=== Exercise input ===
--------

@dataclass(frozen=True)
class MultipleFit(Result):
    """One fitted model y ~ predictors (+ factor) on the fitted (log) scale.

    ``terms`` rows: term (``intercept``, a predictor name, ``COLUMN[level]``), estimate,
    se, ci [lo, hi], t, p (two-sided, t with n - p df). ``loglik`` is the maximum
    likelihood (not REML), ``k`` counts the coefficients, the residual variance and,
    when estimated, lambda.
    """

    method: str
    y: str
    predictors: tuple[str, ...]
    factor: str | None
    reference: str | None
    log: str
    n: int
    terms: tuple[dict, ...]
    loglik: float
    k: int
    aicc: float
    ci_level: float
    lambda_: float | None = None
    lambda_ci: tuple[float, float] | None = None
    lambda_estimated: bool = False
    rss: float = math.nan
    excluded: tuple[dict, ...] = field(default_factory=tuple)
    against: dict | None = None
    outliers: tuple[dict, ...] = field(default_factory=tuple)
    flags_note: str | None = None
    sensitivity: dict | None = None  # leave one source out (comparo.fitting.multiple_sensitivity)
    linear: tuple[str, ...] = ()  # predictors entered untransformed (temperature in degC)
    resampling: dict | None = None  # bootstrap (comparo.fitting.multiple_resampling)
    by: dict | None = None  # fits within each group (comparo.fitting.multiple_groups)

    def scale(self, term: str) -> str | None:
        """The scale a predictor entered on (``log10``, ``ln`` or ``linear``); None for the
        intercept and factor levels."""
        if term not in self.predictors:
            return None
        return "linear" if term in self.linear else _SCALE[self.log]

    def to_dict(self) -> dict:
        return {
            "method": self.method,
            "y": self.y,
            "x": list(self.predictors),
            "predictors": list(self.predictors),
            "factor": self.factor,
            "reference_level": self.reference,
            "log": self.log,
            "n": self.n,
            "terms": [{**t, "scale": self.scale(t["term"])} for t in self.terms],
            "loglik": _f(self.loglik),
            "aicc": _f(self.aicc),
            "k": self.k,
            "ci_level": self.ci_level,
            "lambda": _f(self.lambda_),
            "lambda_ci": None if self.lambda_ci is None else [_f(v) for v in self.lambda_ci],
            "against": None if self.against is None else dict(self.against),
            "likelihood": None if self.method == "robust" else "ML",
            "outliers": [dict(o) for o in self.outliers],
            "flags_note": self.flags_note,
            "excluded": [dict(e) for e in self.excluded],
            "sensitivity": self.sensitivity,
            "linear": list(self.linear),
            **({} if self.resampling is None else {"resampling": self.resampling}),
            **({} if self.by is None else {"by": self.by}),
        }

    def to_frame(self):
        """The terms: ``term``, ``estimate``, ``se``, ``ci_low``, ``ci_high``, ``t``, ``p``."""
        import pandas as pd

        cols = ["term", "estimate", "se", "ci_low", "ci_high", "t", "p"]
        rows = [
            {**{k: t.get(k) for k in cols}, "ci_low": t["ci"][0], "ci_high": t["ci"][1]}
            for t in self.terms
        ]
        return pd.DataFrame(rows, columns=cols)

    def summary(self) -> str:
        """The fit as text: terms, log-likelihood, AICc, lambda and the joint test."""
        shown = [f"{p} (linear)" if p in self.linear else p for p in self.predictors]
        model = " + ".join(shown + ([self.factor] if self.factor else [])) or "1"
        head = f"{self.method.upper()} multiple regression, log {self.log}: {self.y} ~ {model}"
        lines = [
            head,
            f"n = {self.n} taxa"
            + (f" ({len(self.excluded)} left out, JSON key 'excluded')" if self.excluded else ""),
        ]
        if self.factor:
            lines.append(
                f"factor {self.factor}: treatment coding, reference level {self.reference!r} "
                f"(each {self.factor}[level] is the difference from it)"
            )
        lvl = f"{100 * self.ci_level:g}% CI"
        w = max(len("term"), *(len(t["term"]) for t in self.terms))
        lines.append(f"{'term':<{w}}  {'estimate':>10}  {'SE':>9}  {lvl:>23}  {'t':>8}  {'p':>9}")
        for t in self.terms:
            ci = f"[{number(t['ci'][0])}, {number(t['ci'][1])}]"
            lines.append(
                f"{t['term']:<{w}}  {number(t['estimate']):>10}  {number(t['se']):>9}  {ci:>23}  "
                f"{number(t['t']):>8}  {number(t['p']):>9}"
            )
        if self.method == "robust":
            lines.append(
                "Huber M-estimate (c = 1.345, MAD scale): t is the Wald z, p and CIs from the "
                "normal; no likelihood, so no AICc"
            )
        else:
            lines.append(
                f"log-likelihood (ML) {self.loglik:.4f}, k = {self.k}, AICc {number(self.aicc)}"
            )
        if self.lambda_ is not None:
            how = "by ML" if self.lambda_estimated else "fixed"
            ci = (
                ""
                if self.lambda_ci is None
                else f" [{self.lambda_ci[0]:.3f}, {self.lambda_ci[1]:.3f}]"
            )
            lines.append(f"Pagel's lambda {how}: {self.lambda_:.3f}{ci}")
        if self.against:
            a = self.against
            vals = ", ".join(f"{k} = {v:g}" for k, v in a["terms"].items())
            dist = (
                f"F({a['df'][0]}, {a['df'][1]})"
                if a["df"][1] is not None
                else f"chi-square({a['df'][0]})"
            )
            lines.append(
                f"joint test of {vals}: {dist} = {number(a['statistic'])}, "
                f"p = {number(a['p'])}" + (f" ({a['note']})" if a.get("note") else "")
            )
        if self.outliers:
            lines.append("flags:")
            lines += [
                f"  {o['label']}: {o['reason']} ({o['statistic']:.5g})" for o in self.outliers
            ]
        if self.flags_note:
            lines.append(self.flags_note)
        return "\n".join(lines)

--------

=== Task item ===
From the entries, report each line that includes the word "number".

=== Expected output ===
            ci = f"[{number(t['ci'][0])}, {number(t['ci'][1])}]"
                f"{t['term']:<{w}}  {number(t['estimate']):>10}  {number(t['se']):>9}  {ci:>23}  "
                f"{number(t['t']):>8}  {number(t['p']):>9}"
                f"log-likelihood (ML) {self.loglik:.4f}, k = {self.k}, AICc {number(self.aicc)}"
                f"joint test of {vals}: {dist} = {number(a['statistic'])}, "
                f"p = {number(a['p'])}" + (f" ({a['note']})" if a.get("note") else "")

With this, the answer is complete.